It's like seeing a piece of fine antique furniture covered with plastic laminate


----------



## tedk

I have sat front row center (actually about 3 seats left of center for the best view of the pianist and their hands) for so many piano concerts I have lost track. Andre Watts, Emanuel Ax, Joyce Yang, Sa Chen, Pogorelich (in his prime), Garrick Olson, Lang Lang, Kissin, etc. Plus I have lots of DVD's of Pollini, Gould, on and on. Your description of just part of what goes into playing a piece like the Chopin Etude on piano is excellent and something I totally understood and greatly appreciate. What I must say is there are, so far, few (none?) here that are willing to understand there are some similar difficulties to "banging away on the drums". Fortunately, in the drumming world, people have recognized that I treat the drums as a musical instrument and not just a noisy timekeeper.

Drumming, like most things in life, is very easy to be mediocre at. However, to play at a high level is totally different. Piano and drums have a few things in common - the biggest one is "disassociation". You know the old joke about walking and chewing gum at the same time? Well, high-level drumming involves an extreme version of that. Like learning piano - you have to train your hands to play separate parts or you will never be able to play Liszt, Rach, etc. Have a look at the video again - if you can stand it! - and notice right from the start the right hand. The 64 notes go by in a hurry, but as they do, I am playing "ghost strokes" which are accents at about one quarter the volume. They add a subtle dimension to the drumming. Meanwhile the left hand is playing something quite different with every other stroke accented. Add not one, but both feet to the mix often playing two different things and blend it all together. Then choose in a millisecond which of the 15 things in front of you is best to strike. If this were posted on a jazz site or drumming site - everyone would go "ya, we already know that".

As for the music being like a provided metronome - way off on that. There are slight tempo variances all through that Chopin piece, but way more so on the Barrios guitar piece. On the Beethoven #5 finale - lots of slight tempo variances that most people can't even hear. Orchestras speed up and slow down usually intentionally, but sometimes unintentionally - hey - they're only human too. Following that on drums was very challenging to record. Especially since, by nature, drums and cymbals are very staccato in their attack, so any little part that's off is quite noticeable.

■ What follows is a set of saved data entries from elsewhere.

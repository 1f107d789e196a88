package kafka

import (
	"fmt"
	"slices"
	"testing"
	"time"

	"github.com/twmb/franz-go/pkg/kfake"

	"stillwell/stream"
	"stillwell/stream/kafka/kafkatest"
)

// fake starts a cluster in this process, with a client of it and the settings for a source that reads
// harbour.events.
func fake(t testing.TB, partitions int, opts ...kfake.Opt) (*kfake.Cluster, *kafkatest.Client, Config) {
	t.Helper()
	opts = append([]kfake.Opt{kfake.NumBrokers(1), kfake.SeedTopics(int32(partitions), "harbour.events")}, opts...)
	c, err := kfake.NewCluster(opts...)
	if err != nil {
		t.Fatal(err)
	}
	t.Cleanup(c.Close)
	conf := Config{Brokers: c.ListenAddrs(), Topics: []string{"harbour.events"}, MaxWait: 50 * time.Millisecond, Refresh: 100 * time.Millisecond, longPause: 100 * time.Millisecond}
	return c, kafkatest.NewClient(t, c.ListenAddrs()), conf
}

func TestEveryMessageOfEveryPartitionOnce(t *testing.T) {
	_, cl, conf := fake(t, 3)
	stamp := time.UnixMilli(1_772_000_000_123)
	for p := range 3 {
		cl.Produce("harbour.events", int32(p), numbered(fmt.Sprint("first ", p), 0, 40), stamp)
	}
	to := newRecorder(t)
	s, _ := start(t, conf, to)
	eventually(t, "all caught up with 40", func() bool {
		for p := range 3 {
			if to.look(fmt.Sprint("harbour.events/", p)).caughtUp != 40 {
				return false
			}
		}
		return true
	})
	for p := range 3 {
		cl.Produce("harbour.events", int32(p), numbered(fmt.Sprint("second ", p), 40, 25))
	}
	for p := range 3 {
		name := fmt.Sprint("harbour.events/", p)
		eventually(t, "caught up with 65", func() bool { return to.look(name).caughtUp == 65 })
		got := to.look(name)
		if !slices.Equal(got.offsets(), upTo(0, 65)) {
			t.Errorf("%s: offsets %v", name, got.offsets())
		}
		want := append(texts(numbered(fmt.Sprint("first ", p), 0, 40)), texts(numbered(fmt.Sprint("second ", p), 40, 25))...)
		if !slices.Equal(got.values(), want) {
			t.Errorf("%s: values %q", name, got.values())
		}
		if got.messages[7].stamp != stamp.UnixNano() {
			t.Errorf("%s: stamp %d, want %d", name, got.messages[7].stamp, stamp.UnixNano())
		}
		if len(got.gaps) != 0 || len(got.marks) != 1 || got.marks[0] == "" {
			t.Errorf("%s: gaps %v, marks %q, want none and one", name, got.gaps, got.marks)
		}
		if lag := s.Lag()[name]; lag != 0 {
			t.Errorf("%s: lag %d, want 0", name, lag)
		}
	}
	if want := []string{"harbour.events/0", "harbour.events/1", "harbour.events/2"}; !slices.Equal(to.opened(), want) {
		t.Errorf("opened %q, want %q", to.opened(), want)
	}
}

func TestWhereReadingBegins(t *testing.T) {
	early, late := time.UnixMilli(1_772_000_000_000), time.UnixMilli(1_772_000_900_000)
	for _, tt := range []struct {
		name  string
		from  From
		known map[string]stream.Position
		want  map[string][]int64 // by partition, of 20 messages: 10 early, 10 late; then 5 more
	}{
		{"earliest", Earliest(), nil, map[string][]int64{"/0": upTo(0, 25), "/1": upTo(0, 25)}},
		{"latest", Latest(), nil, map[string][]int64{"/0": upTo(20, 25), "/1": upTo(20, 25)}},
		{"a time", At(late), nil, map[string][]int64{"/0": upTo(10, 25), "/1": upTo(10, 25)}},
		{"a time between", At(early.Add(time.Millisecond)), nil, map[string][]int64{"/0": upTo(10, 25), "/1": upTo(10, 25)}},
		{"a time after all", At(late.Add(time.Hour)), nil, map[string][]int64{"/0": upTo(20, 25), "/1": upTo(20, 25)}},
		{"positions", Latest(), map[string]stream.Position{"/0": {Offset: 7}, "/1": {Offset: 13}}, map[string][]int64{"/0": upTo(7, 25), "/1": upTo(13, 25)}},
		{"a partition that is new since the positions", Latest(), map[string]stream.Position{"/0": {Offset: 7}}, map[string][]int64{"/0": upTo(7, 25), "/1": upTo(0, 25)}},
		{"a position at the end", Earliest(), map[string]stream.Position{"/0": {Offset: 20}, "/1": {Offset: 20}}, map[string][]int64{"/0": upTo(20, 25), "/1": upTo(20, 25)}},
	} {
		t.Run(tt.name, func(t *testing.T) {
			t.Parallel()
			_, cl, conf := fake(t, 2)
			for p := range int32(2) {
				cl.Produce("harbour.events", p, numbered("v", 0, 10), early)
				cl.Produce("harbour.events", p, numbered("v", 10, 10), late)
			}
			conf.From = tt.from
			to := newRecorder(t)
			for name, at := range tt.known {
				to.known["harbour.events"+name] = at
			}
			start(t, conf, to)
			for name := range tt.want {
				eventually(t, "caught up", func() bool { return to.look("harbour.events"+name).caughtUp >= 0 })
			}
			for p := range int32(2) {
				cl.Produce("harbour.events", p, numbered("v", 20, 5), late)
			}
			for name, want := range tt.want {
				eventually(t, "the last", func() bool { return to.look("harbour.events"+name).caughtUp >= len(want) })
				got := to.look("harbour.events" + name)
				if !slices.Equal(got.offsets(), want) || len(got.gaps) > 0 {
					t.Errorf("%s: offsets %v, gaps %v, want %v and none", name, got.offsets(), got.gaps, want)
				}
				if _, known := tt.known[name]; known != (len(got.places) == 0) || !known && got.places[0] != (stream.Position{Offset: want[0], Mark: got.marks[0]}) {
					t.Errorf("%s: announced %v", name, got.places)
				}
			}
		})
	}
}

// Nothing comes between start and stop, then something before the next start: that must not be passed over,
// though reading was to begin at the latest.
func TestRestartOfAQuietPartition(t *testing.T) {
	_, cl, conf := fake(t, 1)
	conf.From = Latest()
	cl.Produce("harbour.events", 0, numbered("old", 0, 10))
	first := newRecorder(t)
	_, stop := start(t, conf, first)
	eventually(t, "caught up", func() bool { return first.look(events0).caughtUp == 0 })
	stop()
	cl.Produce("harbour.events", 0, numbered("new", 0, 3))
	second := newRecorder(t)
	second.known[events0] = first.look(events0).places[0]
	start(t, conf, second)
	eventually(t, "all", func() bool { return second.look(events0).caughtUp == 3 })
	if got := second.look(events0); !slices.Equal(got.values(), texts(numbered("new", 0, 3))) {
		t.Errorf("got %q", got.values())
	}
}

// A checkpoint can be older than the finding of a partition's place. Its position is then the zero one, and
// no offset.
func TestPositionFromBeforeItsPlaceWasFound(t *testing.T) {
	_, cl, conf := fake(t, 1)
	conf.From = Latest()
	cl.Produce("harbour.events", 0, numbered("old", 0, 10))
	to := newRecorder(t)
	to.known[events0] = stream.Position{}
	start(t, conf, to)
	eventually(t, "caught up", func() bool { return to.look(events0).caughtUp >= 0 })
	if got := to.look(events0); len(got.messages) > 0 || got.places[0].Offset != 10 {
		t.Errorf("got %v, announced %v, want to begin at 10", got.values(), got.places)
	}
}

// A chunk holds what a fetch brings unpacked, so the better messages are compressed the less is fetched at a time.
func TestFetchesShrinkWithCompression(t *testing.T) {
	r := reader{src: &Source{conf: Config{MaxBytes: 1 << 20}}}
	for _, tt := range []struct{ fetched, unpacked, want int }{
		{1 << 20, 1 << 20, 1 << 20},         // not compressed
		{1 << 20, 8 << 20, 1 << 17},         // to an eighth
		{1 << 20, 500 << 20, leastFetch},    // to next to nothing
		{100, 100, 1 << 20},                 // the end of the log
		{maxAnswer, 2 * maxAnswer, 1 << 19}, // a batch that is larger than any fetch
	} {
		if r.resize(tt.fetched, tt.unpacked); r.size != tt.want {
			t.Errorf("%d bytes that unpack to %d: next %d, want %d", tt.fetched, tt.unpacked, r.size, tt.want)
		}
	}
	r.src.conf.MaxBytes = 1 << 10
	if r.resize(1<<20, 8<<20); r.size != 1<<10 {
		t.Errorf("next %d, which is more than the settings allow", r.size)
	}
}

Finally, thanks for listening to the Beethoven Finale - of course, the opening movement has been beat into the ground, but so many people are unfamiliar with the awesome finale. In NO way do I feel that what I'm doing is "adding" or "improving" anything to the incredible music of these composers. Any percussion Beethoven, or Mahler, etc. wrote into their music is PERFECT, in my opinion. This is a DRUMMING album that many fans have asked me to do for a long time. As for fans - because of our music, we have introduced thousands to classical music who now go out and listen to the real thing. 
Hey maybe you'll like the first 1:30 of this song I wrote for a past album of ours!

http://tourniquet.bandcamp.com/trac...ii-the-improbable-testimony-of-the-pipsisewah


----------



## David58117

I think my biggest gripe with it is - you're taking an instrument that voices chords, pieces that have a very defined harmony and texture, and then adding something on top of it that seems to say "to hell with all that." I was a drummer for about 10 years (piano/guitar for around 14), I know about double bass drumming, polyrhythms, ghost notes, etc and I think many others here do too as well. It's not that we don't understand it, it just seems sort of shallow. 

You're perfectly able to follow the horizontal aspect of music, but how do you express the depth of the vertical? 


As I said before, you're definitely a great musician...I just don't think you're going to win over the hardcore classical music fans. Good luck though!


----------



## tedk

You're perfectly able to follow the horizontal aspect of music, but how do you express the depth of the vertical?

ANSWER: I can't. Nor can a string quartet express the depth of Mahler's Resurrection Symphony. Need about 150 people or so to truly express that kind of depth. 

I hear what you are saying, but my intention was (is) to show people my passion for classical music. I have done it in songwriting in my own way with many classically influenced guitar riffs, and this album I did it with drums. The liner notes to the CD says:

"To me, the fantastic music of the classical masters is in a totally different realm - there simply is no other music to compare it to. I believe it was a time in history that will never be repeated - kind of like when dinosaurs roamed the earth. In drumming to these timeless works as with any music, I always strive to treat the drums as a musical instrument - not just a noisy time keeper. I feel the music and drumming on MASTERS is not static – it’s alive… and I’m very excited to share it with you. These are some of my favorite composers with some of their most brilliant works." – Ted


----------